Ma: “…” Making things up on the spot? “Your Highness, we should consult General Wei.”
Li Mingjin’s eyes cooled. “Which General Wei?”
“General Wei Linyuan, of course.”
“Mm. Go invite him, then. I’ll tell him myself.”
Ma faltered. “He may not be willing.”
Lin Haiming cut in, mild but pointed. “Just send for him. If he’s willing, he’ll come; if not, he won’t.” Then, when Li Mingjin looked away, he hissed, “If His Highness gets angry, you’ll pay for it.”
Remembering his still-sore backside, Ma dispatched a deputy at once.
Hearing the summons, Wei Linyuan, conveniently at camp, was surprised. A tournament?
“I’ll change and go,” he said.
His younger brother, Wei Linmu, followed into the tent. “What’s this about?”
“His Highness wants a tourney.”
“What for? We’re guarding against raids daily and he wants to play?” Linmu grumbled.
Linyuan clapped a hand over his mouth. “Don’t speak nonsense. Remember what Father told us before he left for the capital.”
“…I remember. But he—”
“Everyone has their way. Think, who benefits from a tournament?”

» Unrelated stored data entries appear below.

def compute(args, event, ref, transient, cond, sky_file) -> dict:
    """Everything the outputs need: S/N on the sample grid, at features and at reference wavelengths."""
    import numpy as np

    from kncast.forecast import exposure as ex
    from kncast.forecast.skybright import MoonGeometry

    moon = None
    if cond["moon_illumination"] is not None and not args.ideal:
        moon = MoonGeometry(cond["moon_illumination"], cond["moon_sep_deg"], cond["moon_altitude_deg"])
    airmass = cond["airmass"] if cond["airmass"] is not None else 1.0
    conditions = ex.Conditions(airmass=airmass, seeing_arcsec=cond["seeing_arcsec"], moon=moon,
                               pwv_mm=cond["pwv_mm"], atmosphere=cond["atmosphere"], sky=sky_file)
    tellurics = None if args.ideal else _tellurics()
    feats = strong_features(transient, args.phase, ref, tellurics, airmass, cond["pwv_mm"])

    def rates_on(wavelength_A=None, n=None):
        grid = ex.setup_grid(ref.telescope, ref.instrument, ref.setup, n or 2 * len(ref.setup.arms),
                             wavelength_A=wavelength_A)
        flux = transient.flux_flam(np.array([args.phase]), grid.wavelength_A)[0]
        tell = 1.0 if tellurics is None else tellurics.transmission(grid.wavelength_A, airmass, cond["pwv_mm"])
        return grid, ex.rates(flux, grid, conditions, tell, ideal=args.ideal, profile=args.profile)

    target = None
    if args.snr is not None:
        at_A, at_label = _target_wavelength(args.at, feats, ref)
        _, r_at = rates_on(np.array([at_A]))
        if not r_at.on_detector[0]:
            from kncast.planner.errors import OptionError

            raise OptionError("--at", args.at, f"a wavelength on the detector of {ref.id} ({_ranges(ref)})")
        t, n = ex.time_for_snr(r_at, args.snr, args.max_exposure)
        if not np.isfinite(t[0]) or t[0] > MAX_TIME_S:
            from kncast.planner.errors import InputError

            where = at_label if at_label.endswith(" A") else f"{at_label} ({at_A:.0f} A)"
            raise InputError(f"--snr {args.snr:g}: not reachable at {where} within {MAX_TIME_S:g} s, "
                             f"the source is too faint there for {ref.id}; choose another place with --at")
        time_s, nexp = float(t[0]), int(n[0])
        target = {"snr_per_resel": args.snr, "at": at_label, "wavelength_A": round(at_A, 2)}
    else:
        time_s = args.time
        nexp = args.nexp or max(1, math.ceil(args.time / args.max_exposure - 1e-9))
    grid, r = rates_on(n=max(args.samples, 2 * len(ref.setup.arms)))
    res = ex.expose(r, time_s, nexp)
    points = np.array([f["trough_obs_A"] for f in feats] + [f["emission_peak_obs_A"] for f in feats]
                      + list(REFERENCE_A) + ([target["wavelength_A"]] if target else []), dtype=float)
    _, r_pts = rates_on(points)
    res_pts = ex.expose(r_pts, time_s, nexp)
    nf = len(feats)
    for i, f in enumerate(feats):
        f["snr_per_resel"] = _snr(res_pts, i)
        f["snr_per_resel_emission"] = _snr(res_pts, nf + i)
        f["systematics_limited"] = bool(res_pts.systematics_limited[i])
    refs = [{"wavelength_A": w, "snr_per_resel": _snr(res_pts, 2 * nf + k)}
            for k, w in enumerate(REFERENCE_A) if res_pts.on_detector[2 * nf + k]]
    if target:
        target["snr_check"] = _snr(res_pts, points.size - 1)
        target["systematics_limited"] = bool(res_pts.systematics_limited[-1])
    return {"event": event, "ref": ref, "phase_d": args.phase, "conditions": cond, "ideal": args.ideal,
            "time_s": time_s, "nexp": nexp, "max_exposure_s": args.max_exposure, "grid": grid, "rates": r,
            "result": res, "features": feats, "reference": refs, "target": target,
            "warnings": _warnings(res, res_pts, target, time_s, nexp, feats), "profile": args.profile,
            "tellurics": tellurics, "sky": "user file " + sky_file.source if sky_file else
            ("none (ideal)" if args.ideal else "model: dark sky (Benn & Ellison 1998) + moonlight "
                                                "(Krisciunas & Schaefer 1991)")}
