Plan parse(const std::string& text, const std::string& path) {
  Plan plan;
  plan.path = path;
  plan.text = text;
  Context ctx{path, plan_folder(path), &plan.defaults_applied};
  const toml::table root = parse_toml(text, path);
  ctx.root = &root;
  Fields top(path, root, "", "", false);
  top.check_known(
      {"title", "model", "step", "loading", "block", "curve", "material", "toe_defaults", "toe", "requirement",
       "output"});
  plan.title = top.text("title").value_or("");
  plan.model = read_model(ctx, root);
  std::vector<unsigned> step_lines;
  plan.steps = read_steps(ctx, root, plan.model, step_lines);
  plan.loading = read_loading(ctx, root, step_lines, plan.steps);
  ctx.kind = plan.loading.kind;
  plan.curves = read_curves(ctx, root);
  plan.materials = read_materials(ctx, root);
  plan.toes = read_toes(ctx, root, plan.model, plan.materials);
  plan.requirement = read_requirement(ctx, root, plan.loading);
  resolve_damage_limits(ctx, plan);
  plan.output_folder = read_output(ctx, root);
  return plan;
}

}  // namespace plan_detail

Plan parse_plan(const std::string& text, const std::string& path) { return plan_detail::parse(text, path); }

Plan read_plan(const std::string& path) {
  namespace fs = std::filesystem;
  std::error_code ec;
  if (!fs::exists(path, ec)) throw Error("cannot read plan '" + path + "': no such file");
  if (fs::is_directory(path, ec)) throw Error("cannot read plan '" + path + "': it is a folder, not a file");
  std::ifstream in(path, std::ios::binary);
  if (!in) throw Error("cannot read plan '" + path + "': the file cannot be opened; check its permissions");
  std::ostringstream text;
  text << in.rdbuf();
  return parse_plan(text.str(), path);
}

std::string to_string(LoadingKind kind) {
  switch (kind) {
    case LoadingKind::range:
      return "range";
    case LoadingKind::series:
      return "series";
    case LoadingKind::unit_cases:
      return "unit-cases";
    case LoadingKind::blocks:
      return "blocks";
  }
  return "range";
}

}  // namespace toehold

Linmu thought, then brightened. “I see. Go on. I won’t talk nonsense.”
“And don’t comment on the prince in public,” Linyuan warned. “Every word will be carried.”
Linmu paled. “Surely not? He just eats and drinks and—”
“Enough,” Linyuan snapped. “Re-examine what happened at the banquet.”
“…Got it. I’ll shut up.”
“That mouth will ruin us if you let it. Work more, talk less. Understood?”
“…Understood.”
Cleaned up, Linyuan went to meet the prince. He found Li Mingjin tapping the arm of his chair with a whip, gaze lowered toward the field, thoughts unreadable.
Linyuan bowed. “Your Highness.”
“No need for ceremony,” Li Mingjin said, lazy smile returning. “General Ma tells me I must consult you to host a tournament.”
Ma flushed. Linyuan didn’t blink. “I believe he meant: please instruct me how Your Highness wishes it held, and who qualifies.”
Tight as a drum.
“Then it’s yours,” Li Mingjin said. “Three days from now. Impress me and there are heavy rewards. Make my northern posting a little less dull.”
“May we participate too?” Ma blurted.
“Sign up,” Li Mingjin said. “It’s yours to run.”
“Great!”
“Good. Watching drills is dull. I’ll return in three days.”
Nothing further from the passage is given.